宋清音的目光只停留了一瞬,便移開了。
花淺淺迅速地換好了小杏的衣服,尺寸略微有些不合身,但勉強能穿。
宋清音走到她面前,從懷裡掏出一個小小的胭脂盒,用指尖沾了些胭脂水粉,開始在花淺淺臉上飛快地塗抹起來。

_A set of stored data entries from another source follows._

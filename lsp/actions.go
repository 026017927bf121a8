package lsp

import (
	"context"
	"strings"

	"go.lsp.dev/protocol"
	"go.lsp.dev/uri"

	"nodal/grammar"
)

// acceptPlaceholder stands for the reason in an added accept comment; the
// person accepting the finding writes theirs over it.
const acceptPlaceholder = "<reason>"

// CodeAction offers, for the findings in the range, the fixes the checker
// attached to them (a did-you-mean net, M for meg, the kind's unit after
// a bare number, a port for a one-pin net) and a comment that accepts the
// finding, with a placeholder for the reason. Nothing is offered while
// the latest check is of an older text.
func (s *Server) CodeAction(ctx context.Context, p *protocol.CodeActionParams) (_ []protocol.CommandOrCodeAction, err error) {
	defer guard(&err)
	s.mu.Lock()
	d := s.docs[p.TextDocument.URI]
	var last *snapshot
	if d != nil && d.last != nil && d.last.gen == d.gen {
		last = d.last
	}
	s.mu.Unlock()
	out := []protocol.CommandOrCodeAction{}
	if last == nil {
		return out, nil
	}
	t := last.text
	from, to := t.offset(p.Range.Start), t.offset(p.Range.End)
	quickfix := protocol.CodeActionKindQuickFix
	for _, pub := range last.diags {
		if pub.d.Rule == "" || pub.from > to || pub.to < from {
			continue
		}
		for i, fix := range pub.d.Fixes {
			var edits []protocol.TextEdit
			for _, e := range fix.Edits {
				pp, pe := last.res.Fset.Position(e.Pos), last.res.Fset.Position(e.End)
				if pp.Filename != last.name || pe.Filename != last.name || pe.Offset < pp.Offset {
					edits = nil
					break
				}
				edits = append(edits, protocol.TextEdit{Range: t.rangeOf(pp.Offset, pe.Offset), NewText: valid(e.NewText)})
			}
			if len(edits) == 0 {
				continue
			}
			preferred := i == 0
			out = append(out, &protocol.CodeAction{Title: valid(fix.Message), Kind: &quickfix, IsPreferred: &preferred,
				Diagnostics: []protocol.Diagnostic{pub.lsp},
				Edit:        &protocol.WorkspaceEdit{Changes: map[uri.URI][]protocol.TextEdit{p.TextDocument.URI: edits}}})
		}
		if pub.own {
			if e, ok := acceptEdit(t, pub.from, pub.d.Rule); ok {
				out = append(out, &protocol.CodeAction{Title: "Accept this " + pub.d.Rule + " finding (write the reason)", Kind: &quickfix,
					Diagnostics: []protocol.Diagnostic{pub.lsp},
					Edit:        &protocol.WorkspaceEdit{Changes: map[uri.URI][]protocol.TextEdit{p.TextDocument.URI: {e}}}})
			}
		}
	}
	return out, nil
}

// acceptEdit adds an accept comment for rule to the statement on the line
// of off: at the end of the line, or on a line of its own above it when
// the line has a comment already.
func acceptEdit(t *text, off int, rule string) (protocol.TextEdit, bool) {
	l := int(t.position(off).Line)
	start, end := t.lines[l], t.lineEnd(l)
	line := strings.TrimRight(string(t.src[start:end]), " \t\r")
	comment := "# nodal: accept " + rule + " because " + acceptPlaceholder
	toks := grammar.LexLine(line)
	if len(toks) == 0 {
		return protocol.TextEdit{}, false
	}
	if toks[len(toks)-1].Type == grammar.TokComment {
		indent := line[:len(line)-len(strings.TrimLeft(line, " \t"))]
		p := t.position(start)
		return protocol.TextEdit{Range: protocol.Range{Start: p, End: p}, NewText: indent + comment + "\n"}, true
	}
	p := t.position(start + len(line))
	return protocol.TextEdit{Range: protocol.Range{Start: p, End: t.position(end)}, NewText: "  " + comment}, true
}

她的動作很快,手指冰涼,落在花淺淺的臉上,激起一陣細微的戰慄。
“二……師姐……”
她記得二師姐並不會易容之術。她想問,但當她對上宋清音那雙冰冷沉靜的眸子時,所有的話都堵在了喉嚨裡,終究是沒有問出口。現在不是問這些的時候。
也許為了保命,二師姐不得不學習這些。
也不知道二師姐在外面吃了多少苦。
片刻之後,宋清音收回了手。
花淺淺看著鏡子裡的人,愣住了。
那張臉,還是她的臉,五官並沒有改變。但是,在宋清音用陰影和高光巧妙地修飾下,她的臉部輪廓似乎發生了一些微妙的變化。尤其是當她微微側過身,低下頭時,眉眼神態之間,竟然真的有了七八分侍女小杏的樣子。

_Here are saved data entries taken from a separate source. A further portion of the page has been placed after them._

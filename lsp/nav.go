package lsp

import (
	"context"
	"io/fs"
	"os"
	"path/filepath"
	"strings"

	"go.lsp.dev/protocol"
	"go.lsp.dev/uri"
)

// indexed is a file of a design with its index and text.
type indexed struct {
	uri uri.URI
	ix  *index
	t   *text
}

// files returns the document u indexed from its current text, then the
// files its latest check included.
func (s *Server) files(u uri.URI) []indexed {
	s.mu.Lock()
	d := s.docs[u]
	if d == nil {
		s.mu.Unlock()
		return nil
	}
	src, last, utf8 := d.text, d.last, s.utf8
	s.mu.Unlock()
	out := []indexed{{u, newIndex(string(u), src), newText(src, utf8)}}
	if last != nil && last.res != nil {
		for _, f := range last.res.Build.Files[1:] {
			out = append(out, indexed{fileURI(f.File.Name()), newIndex(f.File.Name(), f.Src), newText(f.Src, utf8)})
		}
	}
	return out
}

func (f indexed) loc(sp span) protocol.Location {
	return protocol.Location{URI: f.uri, Range: f.t.rangeOf(sp.from, sp.to)}
}

// findBlock returns the file and definition of the block named name.
func findBlock(files []indexed, name string) (indexed, *blockDef) {
	for _, f := range files {
		if b := f.ix.block(name); b != nil {
			return f, b
		}
	}
	return indexed{}, nil
}

// Definition goes from an instance's block name to the block, and from an
// include's path to the file.
func (s *Server) Definition(ctx context.Context, p *protocol.DefinitionParams) (_ protocol.DefinitionResult, err error) {
	defer guard(&err)
	files := s.files(p.TextDocument.URI)
	if files == nil {
		return nil, nil
	}
	doc := files[0]
	a := doc.ix.at(doc.t.offset(p.Position))
	switch {
	case a.kind != nil && a.kind.instance:
		if f, b := findBlock(files, a.kind.kind); b != nil {
			l := f.loc(b.at)
			return &l, nil
		}
	case a.block != nil:
		l := doc.loc(a.block.at)
		return &l, nil
	case a.include != nil:
		dir := filepath.Dir(p.TextDocument.URI.FsPath())
		target := filepath.Join(dir, filepath.FromSlash(a.include.path))
		if info, err := os.Stat(target); err == nil && info.Mode().IsRegular() {
			return &protocol.Location{URI: uri.File(target)}, nil
		}
	}
	return nil, nil
}

// References finds the uses of a net (in its scope: the top level or one
// block) and of a block (its definition and its instances).
func (s *Server) References(ctx context.Context, p *protocol.ReferenceParams) (_ []protocol.Location, err error) {
	defer guard(&err)
	files := s.files(p.TextDocument.URI)
	if files == nil {
		return nil, nil
	}
	doc := files[0]
	a := doc.ix.at(doc.t.offset(p.Position))
	var out []protocol.Location
	switch {
	case a.net != nil:
		for _, n := range doc.ix.nets {
			if n.name == a.net.name && n.block == a.net.block {
				out = append(out, doc.loc(n.at))
			}
		}
	case a.block != nil || a.kind != nil && a.kind.instance:
		name := ""
		if a.block != nil {
			name = a.block.name
		} else {
			name = a.kind.kind
		}
		for _, f := range files {
			if b := f.ix.block(name); b != nil && p.Context.IncludeDeclaration {
				out = append(out, f.loc(b.at))
			}
			for _, part := range f.ix.parts {
				if part.instance && part.kind == name {
					out = append(out, f.loc(part.kindAt))
				}
			}
		}
	}
	return out, nil
}

// DocumentSymbol lists the blocks (with their parts), the parts and
// instances, and the nets of the top level.
func (s *Server) DocumentSymbol(ctx context.Context, p *protocol.DocumentSymbolParams) (_ protocol.DocumentSymbolResult, err error) {
	defer guard(&err)
	files := s.files(p.TextDocument.URI)
	if files == nil {
		return protocol.DocumentSymbolSlice{}, nil
	}
	doc := files[0]
	out := protocol.DocumentSymbolSlice{}
	blocks := make([]protocol.DocumentSymbol, len(doc.ix.blocks))
	for i, b := range doc.ix.blocks {
		detail := valid(string(doc.t.src[b.header.from:b.header.to]))
		blocks[i] = protocol.DocumentSymbol{Name: valid(b.name), Detail: &detail, Kind: protocol.SymbolKindClass,
			Range: doc.t.rangeOf(b.body.from, b.body.to), SelectionRange: doc.t.rangeOf(b.at.from, b.at.to)}
	}
	var top []protocol.DocumentSymbol
	for _, part := range doc.ix.parts {
		sym := partSymbol(doc, part)
		if part.block >= 0 {
			blocks[part.block].Children = append(blocks[part.block].Children, sym)
		} else {
			top = append(top, sym)
		}
	}
	out = append(out, blocks...)
	out = append(out, top...)
	seen := map[string]bool{}
	for _, n := range doc.ix.nets {
		if n.block >= 0 || seen[n.name] {
			continue
		}
		seen[n.name] = true
		detail := "net"
		out = append(out, protocol.DocumentSymbol{Name: valid(n.name), Detail: &detail, Kind: protocol.SymbolKindVariable,
			Range: doc.t.rangeOf(n.at.from, n.at.to), SelectionRange: doc.t.rangeOf(n.at.from, n.at.to)})
	}
	return out, nil
}

func partSymbol(f indexed, part partRef) protocol.DocumentSymbol {
	kind := protocol.SymbolKindField
	detail := part.kind
	if part.instance {
		kind, detail = protocol.SymbolKindObject, "instance of "+part.kind
	}
	detail = valid(detail)
	return protocol.DocumentSymbol{Name: valid(part.name), Detail: &detail, Kind: kind,
		Range: f.t.rangeOf(part.stmt.from, part.stmt.to), SelectionRange: f.t.rangeOf(part.at.from, part.at.to)}
}

// Limits of the workspace symbol search: it reads at most this many
// files, each at most this large, and returns at most this many symbols.
const (
	maxSymbolFiles   = 2000
	maxSymbolFileLen = 4 << 20
	maxSymbols       = 500
)

// Symbols finds blocks, parts and instances whose names contain the query
// (in any letter case), in the open documents and the .nodal files of the
// workspace folders.
func (s *Server) Symbols(ctx context.Context, p *protocol.WorkspaceSymbolParams) (_ protocol.WorkspaceSymbolResult, err error) {
	defer guard(&err)
	q := strings.ToLower(p.Query)
	s.mu.Lock()
	open := map[string][]byte{}
	for _, d := range s.docs {
		if d.path != "" {
			open[d.path] = d.text
		}
	}
	roots, utf8 := s.roots, s.utf8
	s.mu.Unlock()
	out := protocol.WorkspaceSymbolSlice{}
	add := func(f indexed, name, container string, kind protocol.SymbolKind, sp span) bool {
		if len(out) >= maxSymbols {
			return false
		}
		if strings.Contains(strings.ToLower(name), q) {
			l := f.loc(sp)
			sym := protocol.WorkspaceSymbol{Location: &l}
			sym.Name, sym.Kind = valid(name), kind
			if container != "" {
				c := valid(container)
				sym.ContainerName = &c
			}
			out = append(out, sym)
		}
		return true
	}
	visit := func(path string, src []byte) bool {
		f := indexed{uri.File(path), newIndex(path, src), newText(src, utf8)}
		for _, b := range f.ix.blocks {
			if !add(f, b.name, "", protocol.SymbolKindClass, b.at) {
				return false
			}
		}
		for _, part := range f.ix.parts {
			kind, container := protocol.SymbolKindField, ""
			if part.instance {
				kind = protocol.SymbolKindObject
			}
			if part.block >= 0 {
				container = f.ix.blocks[part.block].name
			}
			if !add(f, part.name, container, kind, part.at) {
				return false
			}
		}
		return true
	}
	seen := map[string]bool{}
	for path, src := range open {
		seen[path] = true
		if !visit(path, src) {
			return out, nil
		}
	}
	n := 0
	for _, root := range roots {
		filepath.WalkDir(root, func(path string, e fs.DirEntry, err error) error {
			if err != nil || ctx.Err() != nil {
				return filepath.SkipDir
			}
			if e.IsDir() {
				if path != root && strings.HasPrefix(e.Name(), ".") {
					return filepath.SkipDir
				}
				return nil
			}
			if !strings.HasSuffix(path, ".nodal") || !e.Type().IsRegular() || seen[path] {
				return nil
			}
			if n++; n > maxSymbolFiles {
				return fs.SkipAll
			}
			info, err := e.Info()
			if err != nil || info.Size() > maxSymbolFileLen {
				return nil
			}
			src, err := os.ReadFile(path)
			if err != nil {
				return nil
			}
			seen[path] = true
			if !visit(path, src) {
				return fs.SkipAll
			}
			return nil
		})
	}
	return out, nil
}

這已經不是簡單的化妝,而是一種神乎其技的“擬容術”。
“跟著我,別出聲。”宋清音的聲音冷冽如冰,“我能修飾容貌,可改不了你的聲音。”
花淺淺用力地點了點頭,將喉嚨裡所有的話語都嚥了回去。
宋清音深深地看了她一眼,確認她已準備好。然後,她自己頂著那張屬於“小翠”的臉,拉起花淺淺的手,打開了房門。
花淺淺的手,冰得像一塊鐵。
宋清音的手,卻溫暖而有力。
兩人一前一後,走出了這間囚禁了花淺淺近半年的房間。
樓梯口空無一人。
當她們走下樓梯,來到小樓門口時,守在門外的兩名護衛立刻投來了警惕的目光。
“站住!幹什麼去?”其中一名護衛沉聲喝道,手已經按在了刀柄上。
宋清音停下腳步,神色沒有半分變化。她抬起頭,那張屬於“小翠”的臉上,帶著恰到好處的恭敬和一絲焦急。
她迎著護衛的目光,鎮定自若地開口:
“兩位大哥,外面鬧得厲害,姑娘心慌,讓我們出去看看究竟發生了何事,也好回來稟告,讓她安心。”
花淺淺半垂著眼簾,皺著眉,學著小杏的樣子,帶著幾份不耐煩,只是壓著性子,沒說話。
對於一直伺候的小杏,她多少了解幾份,扮演起來沒什麼難度。
護衛看了小杏一眼,卻實是熟悉的人,才鬆懈了幾分。重新將目光放到宋清音的身上,眉心皺著,最後瞥了一眼還亮著燈的房間,點了點頭,還叮囑著:“早些回來。”
這段時間,這個叫小翠的丫鬟很會做人。她不多言多語,手腳麻利,最重要的是,她總能弄到一些廚房的好東西。有時是一壺溫熱的好酒,有時是一碟剛出鍋的醬牛肉。